No Rest for the Wicked by Adam Baldwin
No Rest for the Wicked – Adam Baldwin

It wasn’t easy though. No Rest For The Wicked is a six-song exploration of rock-bottom; an Americana-style attempt at understanding where things went wrong. It’s the result of time spent away from the world with a mirror and a pen – at times both blasting and tender, but always personal.

Listening to No Rest For The Wicked feels like you’re getting to know Adam Baldwin, which is little surprise as it was largely him getting to know himself. From the scathing self-assessment of EP opener “Half a Mind,” through his reckoning of the damage he’s caused to his relationships in “Shattered,” to the haunting title track closer, No Rest For The Wicked is grounded and self-aware. Despite the obvious pain in every line, there’s a definite sense of hope throughout.

Ahead of the release of his latest blue-collar-rock offering, Adam Baldwin spoke to Atwood Magazine about sobriety, staying true to yourself, and that one influence that no one picks up on.

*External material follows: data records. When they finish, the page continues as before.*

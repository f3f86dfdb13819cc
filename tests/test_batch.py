"""Batch runs: a folder of mixed files gives one summary row per design and the worst exit code."""

import json

import yaml

from tests.conftest import EXAMPLES


def _folder(tmp_path, contract_data):
    """A hardware repository's design folder: a failing design, a passing one (the GaN example with its
    policy file), an unreadable one, a device file, and another tool's YAML."""
    folder = tmp_path / "designs"
    (folder / "policies").mkdir(parents=True)
    (folder / "nested").mkdir()
    (folder / "pump.yaml").write_text(yaml.safe_dump(contract_data, sort_keys=False), encoding="utf-8")
    (folder / "nested" / "gan.yaml").write_bytes((EXAMPLES / "gan-48v-stage.yaml").read_bytes())
    (folder / "nested" / "policies").mkdir()
    (folder / "nested" / "policies" / "bench-lab.yaml").write_bytes(
        (EXAMPLES / "policies" / "bench-lab.yaml").read_bytes())
    (folder / "broken.yaml").write_text("format: margincheck/1\nconditions: [\n", encoding="utf-8")
    (folder / "part.yml").write_bytes((EXAMPLES / "devices" / "demo-sic1200.yaml").read_bytes())
    (folder / "ci.yaml").write_text("jobs:\n  test: {runs-on: linux}\n", encoding="utf-8")
    (folder / ".hidden").mkdir()
    (folder / ".hidden" / "old.yaml").write_text("format: margincheck/1\n", encoding="utf-8")
    return folder


def test_a_folder_of_mixed_files(tmp_path, contract_data, run_cli):
    folder = _folder(tmp_path, contract_data)
    code, out, err = run_cli("check", folder, "--format", "json")
    summary = json.loads(out)
    rows = {row["file"].replace(str(folder) + "/", ""): row for row in summary["designs"]}
    assert set(rows) == {"broken.yaml", "pump.yaml", "nested/gan.yaml"}
    assert rows["pump.yaml"]["verdict"] == "fail" and rows["pump.yaml"]["exit_code"] == 1
    assert rows["nested/gan.yaml"]["verdict"] == "pass" and rows["nested/gan.yaml"]["exit_code"] == 0
    assert rows["broken.yaml"]["exit_code"] == 2 and "broken.yaml:3:1" in err
    skipped = {entry["file"].replace(str(folder) + "/", ""): entry["reason"] for entry in summary["skipped"]}
    assert skipped == {"ci.yaml": "not a margincheck design (no format: margincheck/1, no switches or "
                                  "conditions)",
                       "part.yml": "a device file", "nested/policies/bench-lab.yaml": "a policy file"}
    assert code == 2 == summary["exit_code"]  # the worst of 1, 0 and 2
    assert any("LETHAL VOLTAGE" in caution for caution in summary["cautions"])


def test_text_summary_and_combined_reports(tmp_path, contract_data, run_cli):
    folder = _folder(tmp_path, contract_data)
    (folder / "broken.yaml").unlink()
    out_dir = tmp_path / "out"
    code, out, _ = run_cli("check", folder, "--report", f"junit:{out_dir / 'all.xml'}",
                           "--report", f"html:{out_dir / '{name}.html'}")
    assert code == 1
    assert "batch of 2 design(s), 3 file(s) skipped" in out and "worst exit code 1" in out
    assert out.count("FAIL") >= 1 and "PASS" in out
    junit = (out_dir / "all.xml").read_text(encoding="utf-8")
    assert junit.count("<testsuite ") == 3  # two designs, and the files not checked
    assert '<testsuite name="margincheck: files not checked" tests="3" failures="0" errors="0" skipped="3"' in junit
    assert sorted(path.name for path in out_dir.glob("*.html")) == ["gan.html", "pump.html"]


def test_several_files_are_a_batch_and_one_file_can_be(tmp_path, contract_data, run_cli):
    folder = _folder(tmp_path, contract_data)
    code, out, _ = run_cli("check", folder / "pump.yaml", folder / "ci.yaml", folder / "nested" / "gan.yaml")
    assert code == 1 and "batch of 2 design(s), 1 file(s) skipped" in out
    code, out, _ = run_cli("check", "--batch", folder / "ci.yaml", folder / "pump.yaml")
    assert code == 1 and "batch of 1 design(s)" in out


def test_a_per_design_format_needs_a_name_in_its_path(tmp_path, contract_data, run_cli):
    folder = _folder(tmp_path, contract_data)
    code, _, err = run_cli("check", folder, "--report", f"html:{tmp_path / 'one.html'}")
    assert code == 2 and "{name}" in err
    assert not (tmp_path / "one.html").exists()
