"""``--set PATH=VALUE`` through the command line: it changes the finding it should, a bad override is one
located line with exit code 2, the input file is never written, and the report says it was overridden."""

import contextlib
import hashlib
import io
import json

import pytest

from margincheck.cli import main
from margincheck.errors import InputError
from margincheck.loading import load_document
from margincheck.overrides import apply_overrides, parse_overrides
from tests.conftest import CONTRACT_FILE

WIDER_BUS = "conditions.bus_voltage={nominal: 400 V, tolerance: 10 %}"


@pytest.fixture(scope="module")
def overridden_check(tmp_path_factory):
    """One check of the contract design with the bus tolerance widened: text on stdout, JSON to a file, and
    the design file's bytes before and after."""
    folder = tmp_path_factory.mktemp("set")
    design = folder / "leg.yaml"
    design.write_bytes(CONTRACT_FILE.read_bytes())
    before = design.read_bytes()
    out = io.StringIO()
    with pytest.MonkeyPatch.context() as patch, contextlib.redirect_stdout(out):
        patch.chdir(folder)
        code = main(["check", "leg.yaml", "--set", WIDER_BUS, "--report", "json:report.json"])
    return {"code": code, "text": out.getvalue(), "report": json.loads((folder / "report.json").read_text()),
            "before": before, "after": design.read_bytes()}


def test_set_changes_the_finding_it_overrides(overridden_check):
    # 400 V + 10 % = 440 V against 0.75 x 650 V = 487.5 V (steady_voltage of the default policy): margin
    # (487.5 - 440) / 487.5 = 0.0974; the file as written gives 420 V (arithmetic only).
    finding = next(item for item in overridden_check["report"]["findings"]
                   if (item["rule"], item["subject"]) == ("bus-voltage", "Q1"))
    assert finding["value"] == {"magnitude": 440.0, "units": "V"}
    assert finding["margin"] == pytest.approx((487.5 - 440.0) / 487.5, rel=1e-9)
    assert overridden_check["code"] == 1, overridden_check["text"]


def test_set_never_writes_the_input_file_and_the_record_keeps_its_hash(overridden_check):
    assert overridden_check["after"] == overridden_check["before"]
    assert overridden_check["report"]["design"]["sha256"] == hashlib.sha256(overridden_check["before"]).hexdigest()


def test_report_made_with_overrides_says_so(overridden_check):
    assert overridden_check["report"]["overrides"] == [
        {"set": WIDER_BUS, "path": "conditions.bus_voltage", "file_value": '{"nominal": "400 V", "tolerance": "5 %"}'}]
    header = overridden_check["text"].split("verdict")[0]
    assert f"override     --set {WIDER_BUS}" in header, overridden_check["text"]


@pytest.mark.parametrize(("override", "expected"), [
    ("switches.Q2.common_source_inductance=1 V",
     'leg.yaml (--set switches.Q2.common_source_inductance=1 V): switches[1].common_source_inductance: expected an '
     'inductance such as "25 nH", got "1 V"'),
    ("switches.Q7.gate_drive.r_off=2 ohm",
     'leg.yaml (--set switches.Q7.gate_drive.r_off=2 ohm): switches has no entry with ref "Q7" (refs: Q1, Q2)'),
    ("switches.Q2.gate_drive.r_of=2 ohm",
     'leg.yaml (--set switches.Q2.gate_drive.r_of=2 ohm): switches[1].gate_drive.r_of: unknown field; did you mean '
     '"r_off"? (allowed here: off, on, r_driver, r_off, r_on, tolerance)'),
    ("switches[1].common_source_inductance.nominal=1 nH",
     "leg.yaml (--set switches[1].common_source_inductance.nominal=1 nH): switches[1].common_source_inductance is a "
     "single value (12 nH), not a mapping or a list: set it whole, --set switches[1].common_source_inductance=VALUE"),
    ("switches.Q2.source_connection=",
     "leg.yaml (--set switches.Q2.source_connection=): switches[1].source_connection: required field is missing; "
     "expected kelvin | shared"),
    ("switches.Q2.gate_drive", '--set switches.Q2.gate_drive: expected PATH=VALUE with a dotted PATH, e.g. --set '
                               'switches.Q2.gate_drive.r_off="2.2 ohm"'),
    ("capacitors..rated_voltage=500 V", "--set capacitors..rated_voltage=500 V: expected PATH=VALUE"),
    ("capacitors.C1.rated_voltage=[500 V", "--set capacitors.C1.rated_voltage=[500 V: capacitors.C1.rated_voltage: "
                                           "VALUE: not valid YAML"),
    ("capacitors.C1.rated_voltage=!!python/name:os.system ''",
     "--set capacitors.C1.rated_voltage=!!python/name:os.system '': capacitors.C1.rated_voltage: VALUE: YAML tag "
     '"tag:yaml.org,2002:python/name:os.system" is not allowed; write plain values'),
])
def test_bad_override_is_one_located_line_and_exit_2(write_design, monkeypatch, run_cli, override, expected):
    design = write_design(CONTRACT_FILE.read_text(encoding="utf-8"))
    monkeypatch.chdir(design.parent)
    before = design.read_bytes()
    for command in ("validate", "check"):
        code, out, err = run_cli(command, "leg.yaml", "--set", override)
        assert (code, out) == (2, ""), err
        assert len(err.splitlines()) == 1 and err.startswith(expected), err
    assert design.read_bytes() == before


def test_set_reaches_every_design_of_a_batch(write_design, run_cli):
    first = write_design(CONTRACT_FILE.read_text(encoding="utf-8"), "a/leg.yaml")
    second = write_design(CONTRACT_FILE.read_text(encoding="utf-8"), "b/leg.yaml")
    code, _, err = run_cli("check", first, second, "--set", "switches.Q3.gate_drive.r_off=2 ohm")
    assert code == 2
    assert [line.split(" (--set")[0] for line in err.splitlines()] == [str(first), str(second)], err


def test_validate_counts_the_overrides(run_cli):
    code, out, _ = run_cli("validate", CONTRACT_FILE, "--set", "switches.Q1.gate_drive.r_off=4.7 ohm",
                           "--set", "capacitors.C1.rated_voltage=630 V")
    assert code == 0
    assert "valid margincheck/1 design with 2 --set override(s)" in out


def test_path_by_ref_index_and_dotted_name_reach_the_same_document():
    # A device name may hold a dot: its PATH is matched whole before it is split.
    document = load_document(CONTRACT_FILE)
    document.data["devices"]["sj.650"] = document.data["devices"].pop("demo-sj650")
    applied = apply_overrides(document, parse_overrides([
        "switches.Q2.gate_drive.r_off=2.2 ohm", "switches[0].turn_off_di_dt=6 A/ns",
        "devices.sj.650.ratings.v_ds_max=700 V", "commutation_loop.resistance=5 mohm"]))
    assert [item.path for item in applied] == [
        ("switches", 1, "gate_drive", "r_off"), ("switches", 0, "turn_off_di_dt"),
        ("devices", "sj.650", "ratings", "v_ds_max"), ("commutation_loop", "resistance")]
    assert [item.file_text for item in applied] == ["10 ohm", None, "650 V", None]
    assert document.data["switches"][1]["gate_drive"]["r_off"] == "2.2 ohm"


def test_a_device_file_is_refused_by_name(write_design):
    design = write_design("format: margincheck/1\ndevices:\n  demo: devices/demo.yaml\n")
    document = load_document(design)
    with pytest.raises(InputError, match=r'devices\.demo is a device file \("devices/demo\.yaml"\), which --set '
                                         "does not change"):
        apply_overrides(document, parse_overrides(["devices.demo.ratings.v_ds_max=700 V"]))
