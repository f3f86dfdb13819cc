"""``margincheck diff A B`` through the command line: pairing, order by loss of margin, exit codes, the three
formats, and bad input. Each design is checked once per module (the checks are memoised), since one check of
the contract design costs seconds."""

import json
import re

import pytest

from margincheck import diffing
from margincheck.cli import main
from margincheck.diffing import flatten
from tests.conftest import CONTRACT_FILE

CHANGED_R_OFF = "switches.Q2.gate_drive.r_off"


@pytest.fixture(scope="module")
def memoised_checks():
    """``check_file`` in margincheck.diffing answered once per design file and override list."""
    original, results = diffing.check_file, {}

    def check_once(path, **options):
        key = (str(path), tuple(item.text for item in options["overrides"]))
        if key not in results:
            results[key] = original(path, **options)
        return results[key]

    with pytest.MonkeyPatch.context() as patch:
        patch.setattr(diffing, "check_file", check_once)
        yield


@pytest.fixture(scope="module")
def designs(tmp_path_factory):
    """The contract design (A) and a copy (B) whose Q2 turns off through 2.2 ohm instead of 10 ohm."""
    folder = tmp_path_factory.mktemp("diff")
    text = CONTRACT_FILE.read_text(encoding="utf-8")
    changed = text.replace("r_on: 10 ohm, r_off: 10 ohm}", "r_on: 10 ohm, r_off: 2.2 ohm}")
    assert changed != text
    (folder / "a.yaml").write_text(text, encoding="utf-8")
    (folder / "b.yaml").write_text(changed, encoding="utf-8")
    return folder / "a.yaml", folder / "b.yaml"


@pytest.fixture
def diff(memoised_checks, designs, capsys):
    def run(*arguments: str) -> tuple[int, str, str]:
        code = main(["diff", *map(str, designs), *arguments])
        captured = capsys.readouterr()
        return code, captured.out, captured.err

    return run


def test_json_orders_by_loss_of_margin_and_names_the_changed_field(diff):
    code, out, _ = diff("--format", "json")
    result = json.loads(out)
    assert out.isascii() and result["format"] == "margincheck-diff/1"
    assert (code, result["exit_code"], result["regressions"]) == (0, 0, 0)
    assert result["changed_inputs"] == [{"path": CHANGED_R_OFF, "a": "10 ohm", "b": "2.2 ohm"}]
    changed = [row for row in result["findings"] if row["change"] != "unchanged"]
    losses = [row["margin_change"] for row in changed]
    assert losses == sorted(losses) and losses[0] < 0 < losses[-1]
    # the faster Q2 turn-off swings its gate further: its gate-off level loses the most margin
    assert (changed[0]["subject"], changed[0]["rule"], changed[0]["change"]) == ("Q2", "gate-off-voltage", "worse")
    first = changed[0]
    assert first["margin_change"] == pytest.approx(first["margin"]["b"] - first["margin"]["a"], abs=1e-9)
    assert len(result["findings"]) == 27 and "a.yaml (A): LETHAL VOLTAGE" in result["cautions"][0]


def test_exit_1_when_b_adds_a_not_evaluated_finding(diff, designs):
    # Q1 turning off through 10 ohm: its SOA transient can no longer be evaluated (fail -> not-evaluated), so
    # B has a not-evaluated finding that A did not have. --set-b applies to B alone, here design A itself.
    code, out, _ = diff("--format", "json", "--set-b", "switches.Q1.gate_drive.r_off=10 ohm")
    result = json.loads(out)
    first = result["findings"][0]
    assert (code, result["exit_code"]) == (1, 1)
    assert (first["subject"], first["rule"], first["regression"]) == ("Q1", "soa", True)
    assert first["status"] == {"a": "fail", "b": "not-evaluated"}
    assert result["b"]["overrides"] == [{"set": "switches.Q1.gate_drive.r_off=10 ohm",
                                         "path": "switches[0].gate_drive.r_off", "file_value": "2 ohm"}]
    assert result["a"]["overrides"] == []


def test_markdown_is_a_well_formed_table_with_the_cautions(diff):
    code, out, _ = diff("--format", "markdown")
    assert code == 0
    rows = [line for line in out.splitlines() if line.startswith("|")]
    assert rows[0] == "| change | subject | rule | status | value | margin |" and rows[1] == "|---|---|---|---|---|---|"
    assert all(len(re.findall(r"(?<!\\)\|", row)) == 7 for row in rows), rows
    assert rows[2].startswith("| WORSE | Q2 | gate-off-voltage | FAIL |")
    assert f"- {CHANGED_R_OFF.replace('_', chr(92) + '_')}: 10 ohm -> 2.2 ohm" in out
    assert "#### Cautions" in out and "LETHAL VOLTAGE" in out


def test_text_fits_a_ci_log(diff):
    code, out, _ = diff()
    assert code == 0
    assert max(len(line) for line in out.splitlines()) <= 80, out
    assert "result       B adds no fail and no not-evaluated finding (exit code 0)" in out
    assert f"{CHANGED_R_OFF}: 10 ohm -> 2.2 ohm" in out and "cautions" in out


def test_set_applies_to_both_designs_and_a_bad_one_is_located(diff, designs):
    code, out, err = diff("--set", "switches.Q2.gate_drive.r_off=2.2 V")
    names = [str(path) for path in designs]
    assert (code, out) == (2, "")
    assert err.splitlines() == [f"{name} (--set switches.Q2.gate_drive.r_off=2.2 V): switches[1].gate_drive.r_off: "
                                'expected a resistance such as "2.2 ohm", got "2.2 V"' for name in names]


def test_missing_design_is_exit_2(run_cli, designs, tmp_path):
    code, _, err = run_cli("diff", designs[0], tmp_path / "nope.yaml")
    assert code == 2 and "nope.yaml: cannot read the file" in err


def test_flatten_addresses_list_entries_as_set_does():
    leaves = flatten({"switches": [{"ref": "Q1", "gate_drive": {"r_off": "2 ohm"}}],
                      "legs": [{"a": 1}], "points": ["1 V", "2 V"]})
    assert leaves == {"switches.Q1.ref": "Q1", "switches.Q1.gate_drive.r_off": "2 ohm", "legs[0].a": 1,
                      "points": ["1 V", "2 V"]}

I can’t afford to go see a shrink, so the best way I know how to do it is to sober up for a while and take a good, long, hard look in the mirror…

Adam Baldwin © Matt Williams
Adam Baldwin © Matt Williams

A CONVERSATION WITH ADAM BALDWIN

Atwood Magazine: Now the record is finished and you’re waiting for it to be released, how do you feel about it?

Adam Baldwin: I’m excited for folks to hear it. I’m very proud of it, it came out just the way I hoped it would.

What’s the backstory to this record?

Baldwin: I just sort of had a bit of a mental breakdown of sorts. I was partying too hard and everything I cared about was slowly but surely disappearing. In some sort of drug-induced paranoia I freaked out and called everybody I knew and loved and I told them I was a mess and that I needed help. I took some time off the road and after a few weeks sitting around and twiddling my thumbs, I put pen to paper and all of that came out.

It sounds like a very cathartic album; there’s certain moments where you can hear you’re working through something.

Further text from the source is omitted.